For what these ring slings are, I also don't think the price is great. I'd go with something with a firm reputation, like Sleeping Baby Productions.
http://www.sleepingbaby.net/


----------



## redvlagrl (Dec 2, 2009)

ITA with SubliminalDarkness. At the very least though, you need to make sure they are using rings specifically manufactured for ring slings, like slingrings.com. I would ask any vendor where they get their rings from.

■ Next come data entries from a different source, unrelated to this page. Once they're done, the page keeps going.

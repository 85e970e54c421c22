"""Figures of an ensemble, drawn from an :class:`~pathcast.ensemble.summary.EnsembleSummary` only.

Built without pyplot (no global state; Agg canvas when saved). Fans show the median as a solid line, the 25-75 %
band darker and the 5-95 % band lighter and hatched, with dotted edges, so they read in black and white. Technology
colours and hatches come from :mod:`pathcast.report.colours`; the ensemble's own lines use ``scenario_style``.

==========================  ====================================================================================
figure                      content
==========================  ====================================================================================
emissions_fan               yearly CO2 [MtCO2/yr] and cumulative CO2 in the budget period [MtCO2] against the budget
capacity_fan                capacity in service by technology [GW], one panel per technology
distributions               total discounted cost [billion currency] and required reduction rate [%/yr]
budget_probability          distribution of the budget margin [MtCO2]; the probability of staying within the budget
tornado                     one_at_a_time only: change of total cost and cumulative CO2 at each input's low and high
==========================  ====================================================================================
"""

from __future__ import annotations

import math
from pathlib import Path

import numpy as np
import pandas as pd
from matplotlib.backends.backend_agg import FigureCanvasAgg
from matplotlib.figure import Figure
from matplotlib.patches import Patch
from matplotlib.ticker import MaxNLocator

from ..report.colours import scenario_style, technology_style
from .store import write_atomic
from .summary import EnsembleSummary

__all__ = [
    "emissions_fan_figure",
    "capacity_fan_figure",
    "distributions_figure",
    "budget_probability_figure",
    "tornado_figure",
    "ensemble_figures",
    "save_png",
    "DPI",
]

DPI = 120
_MEDIAN = scenario_style(0)["color"]
_BUDGET = scenario_style(1)
_BASE = scenario_style(2)


def _fan(ax, years, rows: pd.DataFrame, colour: str, hatch: str = "//", scale: float = 1.0) -> list:
    p = {k: rows[k].to_numpy(dtype=float) * scale for k in ("p5", "p25", "p50", "p75", "p95")}
    outer = ax.fill_between(
        years, p["p5"], p["p95"], facecolor=colour, alpha=0.18, hatch=hatch, edgecolor=colour, linewidth=0.0
    )
    inner = ax.fill_between(years, p["p25"], p["p75"], facecolor=colour, alpha=0.38, linewidth=0.0)
    ax.plot(years, p["p5"], color=colour, linestyle=":", linewidth=0.8)
    ax.plot(years, p["p95"], color=colour, linestyle=":", linewidth=0.8)
    (median,) = ax.plot(years, p["p50"], color=colour, linewidth=2.0, linestyle="-")
    return [median, inner, outer]


_FAN_LABELS = ["median", "25-75 % of members", "5-95 % of members"]


def _money_label(summary: EnsembleSummary) -> str:
    price_year = f" of {summary.price_year}" if summary.price_year else ""
    return f"billion {summary.currency}{price_year}".strip()


def _percentiles(summary: EnsembleSummary, quantity: str, technology: str = "") -> pd.DataFrame:
    frame = summary.yearly_percentiles
    return frame[(frame["quantity"] == quantity) & (frame["technology"] == technology)].sort_values("year")


def _title(summary: EnsembleSummary) -> str:
    s = summary.stats
    return f"Ensemble {summary.design['name']}: {s['solved']} of {s['members']} members solved"


def _no_data(ax, text: str = "no solved members") -> None:
    ax.text(0.5, 0.5, text, ha="center", va="center", transform=ax.transAxes)
    ax.set_xticks([])
    ax.set_yticks([])


def emissions_fan_figure(summary: EnsembleSummary) -> Figure:
    fig = Figure(figsize=(11, 4.4), layout="constrained")
    left, right = fig.subplots(1, 2)
    yearly = _percentiles(summary, "emissions_mtco2")
    has_budget = summary.members["budget_mtco2"].notna().any()
    cumulative_name = "cumulative_in_budget_period_mtco2" if has_budget else "cumulative_mtco2"
    cumulative = _percentiles(summary, cumulative_name)
    if yearly.empty:
        _no_data(left)
        _no_data(right)
        return fig
    years = yearly["year"].to_numpy()
    handles = _fan(left, years, yearly, _MEDIAN)
    _fan(right, years, cumulative, _MEDIAN)
    base = summary.base_yearly
    extra_handles, extra_labels = [], []
    if base is not None:
        (line,) = left.plot(
            base["year"],
            base["emissions_mtco2"],
            color=_BASE["color"],
            linestyle="-.",
            marker=_BASE["marker"],
            markevery=max(1, len(years) // 6),
            markersize=4,
        )
        right.plot(
            base["year"],
            base[cumulative_name],
            color=_BASE["color"],
            linestyle="-.",
            marker=_BASE["marker"],
            markevery=max(1, len(years) // 6),
            markersize=4,
        )
        extra_handles.append(line)
        extra_labels.append("base scenario")
    if has_budget:
        budgets = summary.members["budget_mtco2"].dropna().to_numpy(dtype=float)
        low, mid, high = np.percentile(budgets, [5, 50, 95])
        line = right.axhline(mid, color=_BUDGET["color"], linestyle="--", linewidth=1.6)
        if high > low:
            right.axhspan(
                low,
                high,
                facecolor=_BUDGET["color"],
                alpha=0.12,
                edgecolor=_BUDGET["color"],
                hatch="..",
                linewidth=0.0,
            )
            label = f"carbon budget (median {mid:,.0f}, 5-95 % {low:,.0f}-{high:,.0f} MtCO2)"
        else:
            label = f"carbon budget ({mid:,.0f} MtCO2)"
        extra_handles.append(line)
        extra_labels.append(label)
        probability = summary.stats.get("probability_within_budget")
        if probability is not None and math.isfinite(probability):
            right.set_title(
                f"Cumulative emissions; P(staying within the budget) = {probability:.0%}", fontsize=10
            )
    left.set_ylabel("CO2 emissions [MtCO2/yr]")
    right.set_ylabel(
        "cumulative CO2 in the budget period [MtCO2]" if has_budget else "cumulative CO2 [MtCO2]"
    )
    left.set_title("Yearly emissions", fontsize=10)
    for ax in (left, right):
        ax.set_xlabel("year")
        ax.xaxis.set_major_locator(MaxNLocator(nbins=5, integer=True))
        ax.grid(True, alpha=0.3)
        ax.set_ylim(bottom=0)
    fig.suptitle(_title(summary))
    fig.legend(
        handles + extra_handles,
        _FAN_LABELS + extra_labels,
        loc="outside lower center",
        ncols=3,
        frameon=False,
    )
    return fig


def capacity_fan_figure(summary: EnsembleSummary) -> Figure:
    frame = summary.yearly_percentiles
    capacity = frame[frame["quantity"] == "capacity_mw"]
    peaks = (
        capacity.groupby("technology", sort=False)["p95"].max() if len(capacity) else pd.Series(dtype=float)
    )
    keep = [t for t, v in peaks.items() if v > max(1.0, 0.005 * peaks.max())]
    columns = min(3, max(1, len(keep)))
    rows = max(1, math.ceil(len(keep) / columns))
    fig = Figure(figsize=(4.0 * columns, 2.9 * rows + 0.9), layout="constrained")
    axes = np.atleast_1d(fig.subplots(rows, columns, squeeze=False)).ravel()
    if not keep:
        _no_data(axes[0], "no capacity in any solved member")
        return fig
    for ax, technology in zip(axes, keep, strict=False):
        colour, hatch = technology_style(technology)
        rows_t = capacity[capacity["technology"] == technology].sort_values("year")
        _fan(ax, rows_t["year"].to_numpy(), rows_t, colour, hatch or "//", scale=1e-3)
        ax.set_title(technology.replace("_", " "), fontsize=10)
        ax.set_ylabel("capacity [GW]")
        ax.set_xlabel("year")
        ax.xaxis.set_major_locator(MaxNLocator(nbins=5, integer=True))
        ax.set_ylim(bottom=0)
        ax.grid(True, alpha=0.3)
    for ax in axes[len(keep) :]:
        ax.set_visible(False)
    grey = "#555555"
    handles = [
        ax.plot([], [], color=grey, linewidth=2)[0],
        Patch(facecolor=grey, alpha=0.38),
        Patch(facecolor=grey, alpha=0.18, hatch="//", edgecolor=grey),
    ]
    fig.suptitle(f"Capacity in service by technology, {_title(summary).lower()}")
    fig.legend(handles, _FAN_LABELS, loc="outside lower center", ncols=3, frameon=False)
    return fig


def _histogram(ax, values: np.ndarray, colour: str, hatch: str, base: float | None, xlabel: str) -> None:
    values = values[np.isfinite(values)]
    if not len(values):
        _no_data(ax, "no values")
        return
    bins = min(30, max(5, int(math.sqrt(len(values))) + 1))
    ax.hist(values, bins=bins, facecolor=colour, alpha=0.45, hatch=hatch, edgecolor="#1b1b1b", linewidth=0.6)
    median = float(np.median(values))
    ax.axvline(median, color=_MEDIAN, linestyle="-", linewidth=1.8, label=f"median {median:,.3g}")
    low, high = np.percentile(values, [5, 95])
    ax.axvline(low, color=_MEDIAN, linestyle=":", linewidth=1.2, label=f"5 % {low:,.3g}")
    ax.axvline(high, color=_MEDIAN, linestyle=":", linewidth=1.2, label=f"95 % {high:,.3g}")
    if base is not None and math.isfinite(base):
        ax.axvline(
            base, color=_BASE["color"], linestyle="-.", linewidth=1.5, label=f"base scenario {base:,.3g}"
        )
    ax.set_xlabel(xlabel)
    ax.set_ylabel("members")
    ax.yaxis.set_major_locator(MaxNLocator(integer=True))
    ax.legend(frameon=False, fontsize=8)
    ax.grid(True, alpha=0.3)


def distributions_figure(summary: EnsembleSummary) -> Figure:
    fig = Figure(figsize=(11, 4.0), layout="constrained")
    left, right = fig.subplots(1, 2)
    solved = summary.members[summary.members["status"] == "solved"]
    base = summary.base_headline or {}
    cost = (
        pd.to_numeric(solved["total_discounted_cost_million"], errors="coerce").to_numpy(dtype=float) / 1000.0
    )
    base_cost = base.get("total_discounted_cost_million")
    _histogram(
        left,
        cost,
        scenario_style(2)["color"],
        "//",
        None if base_cost is None else base_cost / 1000.0,
        f"total discounted system cost [{_money_label(summary)}]",
    )
    rate = (
        pd.to_numeric(solved["required_reduction_rate_per_yr"], errors="coerce").to_numpy(dtype=float) * 100.0
    )
    base_rate = base.get("required_reduction_rate_per_yr")
    _histogram(
        right,
        rate,
        scenario_style(4)["color"],
        "\\\\",
        None if base_rate is None else base_rate * 100.0,
        "required exponential reduction rate [%/yr]",
    )
    left.set_title("Total discounted system cost", fontsize=10)
    right.set_title("Required reduction rate (constant decline fitting the budget)", fontsize=10)
    fig.suptitle(_title(summary))
    return fig


def budget_probability_figure(summary: EnsembleSummary) -> Figure:
    fig = Figure(figsize=(6.5, 4.2), layout="constrained")
    ax = fig.subplots()
    solved = summary.members[summary.members["status"] == "solved"]
    margin = pd.to_numeric(solved["budget_margin_mtco2"], errors="coerce").dropna().to_numpy(dtype=float)
    if not len(margin):
        _no_data(ax, "no carbon budget to compare with")
        return fig
    margin = np.sort(margin)
    share = np.arange(1, len(margin) + 1) / len(margin)
    ax.step(
        margin,
        share * 100.0,
        where="post",
        color=_MEDIAN,
        linewidth=1.8,
        label="solved members with at most this margin",
    )
    ax.axvline(0.0, color=_BUDGET["color"], linestyle="--", linewidth=1.5, label="budget exactly used")
    lo = min(float(margin.min()), 0.0)
    ax.axvspan(
        lo - 1.0 - 0.05 * abs(lo),
        0.0,
        facecolor="none",
        edgecolor=_BUDGET["color"],
        hatch="xx",
        linewidth=0.0,
        label="over budget",
    )
    s = summary.stats
    probability = s.get("probability_within_budget")
    text = (
        (
            f"P(within budget) = {probability:.0%}\n({s['within_budget']} of {s['solved'] + s['infeasible']} members"
            f"; {s['infeasible']} infeasible)"
        )
        if probability is not None and math.isfinite(probability)
        else ""
    )
    ax.text(0.98, 0.05, text, transform=ax.transAxes, ha="right", va="bottom", fontsize=9)
    ax.set_xlabel("budget margin: budget minus emissions in the budget period [MtCO2]")
    ax.set_ylabel("share of solved members [%]")
    ax.set_ylim(0, 100)
    ax.grid(True, alpha=0.3)
    ax.legend(frameon=False, fontsize=8, loc="upper left")
    ax.set_title("Staying within the carbon budget")
    return fig


def tornado_figure(summary: EnsembleSummary) -> Figure | None:
    tornado = summary.tornado
    if tornado is None or tornado.empty:
        return None
    metrics = [
        ("total_discounted_cost_million", 1e-3, _money_label(summary), "total discounted cost"),
        ("cumulative_emissions_mtco2", 1.0, "MtCO2", "cumulative CO2 emissions"),
    ]
    count = tornado["input"].nunique()
    fig = Figure(figsize=(12, 1.2 + 0.55 * count), layout="constrained")
    axes = fig.subplots(1, 2)
    low_style = {"facecolor": scenario_style(2)["color"], "hatch": "//", "edgecolor": "#1b1b1b", "alpha": 0.8}
    high_style = {
        "facecolor": scenario_style(1)["color"],
        "hatch": "..",
        "edgecolor": "#1b1b1b",
        "alpha": 0.8,
    }
    for ax, (metric, scale, unit, quantity) in zip(axes, metrics, strict=True):
        rows = tornado[tornado["metric"] == metric].sort_values("swing", ascending=True, na_position="first")
        positions = np.arange(len(rows))
        low = (rows["at_low"] - rows["base"]).to_numpy(dtype=float) * scale
        high = (rows["at_high"] - rows["base"]).to_numpy(dtype=float) * scale
        ax.barh(positions, np.nan_to_num(low), height=0.6, linewidth=0.6, **low_style)
        ax.barh(positions, np.nan_to_num(high), height=0.6, linewidth=0.6, **high_style)
        names = [
            f"{inp} ({_value(lo)} / {_value(hi)}{' x base' if mode == 'multiplier' else ''})"
            for inp, lo, hi, mode in zip(
                rows["input"], rows["low_value"], rows["high_value"], rows["as"], strict=True
            )
        ]
        ax.set_yticks(positions, names, fontsize=8)
        ax.axvline(0.0, color="#1b1b1b", linewidth=1.0)
        ax.set_xlabel(f"change of {quantity} from the base [{unit}]")
        ax.grid(True, axis="x", alpha=0.3)
        base = rows["base"].iloc[0] * scale if len(rows) else math.nan
        ax.set_title(f"{quantity[0].upper() + quantity[1:]} (base scenario: {base:,.4g} {unit})", fontsize=9)
    fig.legend(
        [Patch(**low_style), Patch(**high_style)],
        ["input at its low value", "input at its high value"],
        loc="outside lower center",
        ncols=2,
        frameon=False,
    )
    fig.suptitle(f"One-at-a-time sensitivities, ensemble {summary.design['name']}")
    return fig


def _value(value) -> str:
    try:
        return f"{float(value):.3g}"
    except (TypeError, ValueError):
        return str(value)


def ensemble_figures(summary: EnsembleSummary) -> dict[str, Figure]:
    figures = {
        "emissions_fan": emissions_fan_figure(summary),
        "capacity_fan": capacity_fan_figure(summary),
        "distributions": distributions_figure(summary),
        "budget_probability": budget_probability_figure(summary),
    }
    tornado = tornado_figure(summary)
    if tornado is not None:
        figures["tornado"] = tornado
    return figures


def save_png(fig: Figure, path: Path | str, dpi: int = DPI) -> Path:
    """Write a figure as PNG through a temporary file and ``os.replace``."""
    FigureCanvasAgg(fig)
    return write_atomic(Path(path), lambda tmp: fig.savefig(tmp, dpi=dpi, format="png"))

Both of the slings linked above do look fine to me though. She states she uses slingrings which means she has some knowledge of safety and they look well sewn. You should check the condition of your carriers regularly no matter who made them.


----------



## BonnieLynn (Dec 13, 2007)

I should probably admit right off the bat that I make ring sling and wraps at home in my tiny sewing closet and sell them on etsy  . Honestly most of my sales are to people I know who have seen my slings in person, but here's my thoughts on WAHM made slings. I agree that you should definitely find out where the rings are from, whether they have been tested for toxicity, and their weight limit. I buy mine from slingrings as do many other WAHM sling makers. Secondly the shoulder should be at least double stitched. My double stitched slings have stood up marvelously to 2 1/2 yrs of very heavy use (that's when I started making slings). I use one of my own slings as do many of my friends and family members, so I know that they are still in good condition. Of course, you should always check slings or other carriers for signs of wear that could cause them to tear and therefore be dangerous to baby. Lastly, the fabric used. I tend to shy away from the beautiful quilting cottons because they aren't as sturdy and will wear out sooner (we're taking after several years though). I like to use linens and cotton knit blends. Fleece is great for winter and mesh for summer. I occasionally do fancy slings in polyester, which is less breathable (so keep it in mind when positioning baby), but is really beautiful for a dress sling. So that's my take on WAHM etsy slings. Keep in mind that etsy sellers are more than open to answering questions, sending additional photos etc and it's always great (at least in my opinion) to support WAHMs.


----------



## Mom2M (Sep 23, 2006)

I agree. The well know ones had to start somewhere too and if you know what to ask, I think it is a really good thing to support WAHM's. There are creative ideas for products like slings that still follow safety rules from more than just well known companies.

Quote:


> Originally Posted by *BonnieLynn*
> 
> I should probably admit right off the bat that I make ring sling and wraps at home in my tiny sewing closet and sell them on etsy  . Honestly most of my sales are to people I know who have seen my slings in person, but here's my thoughts on WAHM made slings. I agree that you should definitely find out where the rings are from, whether they have been tested for toxicity, and their weight limit. I buy mine from slingrings as do many other WAHM sling makers. Secondly the shoulder should be at least double stitched. My double stitched slings have stood up marvelously to 2 1/2 yrs of very heavy use (that's when I started making slings). I use one of my own slings as do many of my friends and family members, so I know that they are still in good condition. Of course, you should always check slings or other carriers for signs of wear that could cause them to tear and therefore be dangerous to baby. Lastly, the fabric used. I tend to shy away from the beautiful quilting cottons because they aren't as sturdy and will wear out sooner (we're taking after several years though). I like to use linens and cotton knit blends. Fleece is great for winter and mesh for summer. I occasionally do fancy slings in polyester, which is less breathable (so keep it in mind when positioning baby), but is really beautiful for a dress sling. So that's my take on WAHM etsy slings. Keep in mind that etsy sellers are more than open to answering questions, sending additional photos etc and it's always great (at least in my opinion) to support WAHMs.


----------



## SubliminalDarkness (Sep 9, 2009)

Quote:


> Originally Posted by *Mom2M*
> 
> I agree. The well know ones had to start somewhere too and if you know what to ask, I think it is a really good thing to support WAHM's. There are creative ideas for products like slings that still follow safety rules from more than just well known companies.
> 
> ...


FWIW, the "company" I suggested IS a WAHM.


----------



## TiffanyToo (Dec 8, 2010)

Thebabywearer.com has a huge database of reviewed vendors, and their products I would use that as a resource before buying any carrier.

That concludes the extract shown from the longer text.